**Task details**
For the word "cells", tally the lines of the data that contain it and give the tally alone.

(Stored data)
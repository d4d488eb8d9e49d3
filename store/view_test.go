package store

import (
	"strconv"
	"strings"
	"testing"

	"ringbook/snubber/waveform"
)

// TestTheView compares trial_table with the CSV: the same columns, the same values.
func TestTheView(t *testing.T) {
	lb := openTemp(t)
	full := example()
	full.Struck = "probe fell off"
	full.Readings[0].FromWaveform, full.Readings[2].FromWaveform = true, true
	read := example() // an operating point read by instruments alone
	read.Point.BusV, read.Readings = 0, append(read.Readings[:1:1], example().Readings[2])
	read.Readings = append(read.Readings, example().Readings[3])
	read.Readings[2].Quantity, read.Readings[2].Value = "bus_v", 47.5
	bare := example()
	bare.Network, bare.Readings, bare.Point, bare.ProbeC, bare.Part, bare.Note = example().Network, nil, example().Point, 0, "", ""
	if _, err := lb.AddWithWaveforms(t.Context(), full, []waveform.Record{captured(10)}); err != nil {
		t.Fatal(err)
	}
	mustAdd(t, lb, read)
	mustAdd(t, lb, bare)

	// The contract: the columns of interface.md, in its order, between the id and what was added since.
	const contract = "id board revision network c c_tol r r_tol probe_c bus_v current_a switching_hz " +
		"ring_hz ring_hz_u decay_s decay_s_u peak_v peak_v_u at part note struck waveforms from_waveform"
	rows, err := lb.db.QueryContext(t.Context(), `SELECT * FROM trial_table`)
	if err != nil {
		t.Fatal(err)
	}
	defer rows.Close()
	names, err := rows.Columns()
	if err != nil {
		t.Fatal(err)
	}
	if got := strings.Join(names, " "); got != contract {
		t.Fatalf("columns\n%s\nwant\n%s", got, contract)
	}
	seen := 0
	for rows.Next() {
		cells := make([]any, len(names))
		into := make([]any, len(names))
		for i := range cells {
			into[i] = &cells[i]
		}
		if err := rows.Scan(into...); err != nil {
			t.Fatal(err)
		}
		trial, err := lb.Trial(t.Context(), cells[0].(string))
		if err != nil {
			t.Fatal(err)
		}
		row := map[string]any{}
		for i, name := range names {
			row[name] = cells[i]
		}
		for _, col := range columns() {
			cell, ok := row[col.name]
			want := col.get(&trial)
			if !ok {
				continue // a column of the CSV alone
			}
			got := ""
			switch v := cell.(type) {
			case string:
				got = v
			case float64:
				got = strconv.FormatFloat(v, 'g', -1, 64)
			}
			if col.name == "at" {
				want = timeText(trial.At)
			}
			if got != want {
				t.Errorf("trial %s: %s = %v, want %q", trial.ID, col.name, cell, want)
			}
			if want == "" && cell != nil {
				t.Errorf("trial %s: %s = %v, want NULL", trial.ID, col.name, cell)
			}
		}
		if want := int64(len(waveforms(t, lb, trial.ID))); row["waveforms"] != want {
			t.Errorf("trial %s: waveforms = %v, want %d", trial.ID, row["waveforms"], want)
		}
		seen++
	}
	if rows.Err() != nil || seen != 3 {
		t.Errorf("%d rows, %v", seen, rows.Err())
	}
	var columnsOfCSV []string
	for _, col := range columns()[:20] {
		columnsOfCSV = append(columnsOfCSV, col.name)
	}
	if got := "id " + strings.Join(columnsOfCSV, " ") + " struck waveforms from_waveform"; got != contract {
		t.Errorf("the CSV's first columns are\n%s", got)
	}
}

**Answer to this task**
5